PROBLEM STATEMENT:
Where the records appear below, transcribe them exactly, leaving none out.

MATERIAL SHOWN:
/**
 * The cost code of cost c ≥ 0, P being the unmatched cost and `perStep` = 1 / step
 * (254 / P). A multiplication by the reciprocal, truncated, instead of a division
 * and a floor (the graph build computes one for each of its hundred million pairs):
 * c · perStep is within an ulp or two of c / step, so the code can differ from
 * ⌊c / step⌋ only for a cost within about 2^-51 (relative) of a step's edge, far
 * inside the allowance the pricing passes give a code (BOUND_SLACK in pricing.ts).
 */
export function costCode(c: number, P: number, perStep: number): number {
  // Below P a code never reaches the top one, whatever the rounding of c · perStep.
  if (!(c < P)) return CODE_TOP;
  const q = (c * perStep) | 0;
  return q < CODE_TOP ? q : CODE_TOP - 1;
}

/** The code step of a segment whose unmatched cost is P. */
export function codeStep(P: number): number {
  return P > 0 ? P / CODE_TOP : 1;
}

/** The column of pair e of row r (any row, wide or not). */
export function columnOf(g: CompactGraph, r: number, e: number): number {
  const wide = g.wide.get(r);
  return wide === undefined ? g.rowBase[r]! + g.cols[e]! : wide[e - g.rowPtr[r]!]!;
}

/**
 * The graph's pairs as plain columns, in a new array (4 bytes a pair): for a match
 * ceiling over a graph with wide rows, and for tests.
 */
export function plainColumns(g: CompactGraph): Int32Array {
  const out = new Int32Array(g.cols.length);
  for (let r = 0; r < g.nRows; r++) {
    const wide = g.wide.get(r);
    const start = g.rowPtr[r]!;
    if (wide !== undefined) {
      out.set(wide, start);
      continue;
    }
    const base = g.rowBase[r]!;
    for (let e = start; e < g.rowPtr[r + 1]!; e++) out[e] = base + g.cols[e]!;
  }
  return out;
}

// Pairs the first buffers are sized for. Pages of a typed array that are never
// written are never made resident (the zeroed memory comes from the system as it is
// touched), so a roomy first reservation costs address space, not memory, and spares
// the copies of growing: growing a week's graph of a busy district (800 M pairs) from
// 2^27 took three copies, the last holding 2 GB of old pairs beside the new ones.
const RESERVE_PAIRS = 1 << 30;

YOUR RESPONSE:
/**
 * The cost code of cost c ≥ 0, P being the unmatched cost and `perStep` = 1 / step
 * (254 / P). A multiplication by the reciprocal, truncated, instead of a division
 * and a floor (the graph build computes one for each of its hundred million pairs):
 * c · perStep is within an ulp or two of c / step, so the code can differ from
 * ⌊c / step⌋ only for a cost within about 2^-51 (relative) of a step's edge, far
 * inside the allowance the pricing passes give a code (BOUND_SLACK in pricing.ts).
 */
export function costCode(c: number, P: number, perStep: number): number {
  // Below P a code never reaches the top one, whatever the rounding of c · perStep.
  if (!(c < P)) return CODE_TOP;
  const q = (c * perStep) | 0;
  return q < CODE_TOP ? q : CODE_TOP - 1;
}

/** The code step of a segment whose unmatched cost is P. */
export function codeStep(P: number): number {
  return P > 0 ? P / CODE_TOP : 1;
}

/** The column of pair e of row r (any row, wide or not). */
export function columnOf(g: CompactGraph, r: number, e: number): number {
  const wide = g.wide.get(r);
  return wide === undefined ? g.rowBase[r]! + g.cols[e]! : wide[e - g.rowPtr[r]!]!;
}

/**
 * The graph's pairs as plain columns, in a new array (4 bytes a pair): for a match
 * ceiling over a graph with wide rows, and for tests.
 */
export function plainColumns(g: CompactGraph): Int32Array {
  const out = new Int32Array(g.cols.length);
  for (let r = 0; r < g.nRows; r++) {
    const wide = g.wide.get(r);
    const start = g.rowPtr[r]!;
    if (wide !== undefined) {
      out.set(wide, start);
      continue;
    }
    const base = g.rowBase[r]!;
    for (let e = start; e < g.rowPtr[r + 1]!; e++) out[e] = base + g.cols[e]!;
  }
  return out;
}

// Pairs the first buffers are sized for. Pages of a typed array that are never
// written are never made resident (the zeroed memory comes from the system as it is
// touched), so a roomy first reservation costs address space, not memory, and spares
// the copies of growing: growing a week's graph of a busy district (800 M pairs) from
// 2^27 took three copies, the last holding 2 GB of old pairs beside the new ones.
const RESERVE_PAIRS = 1 << 30;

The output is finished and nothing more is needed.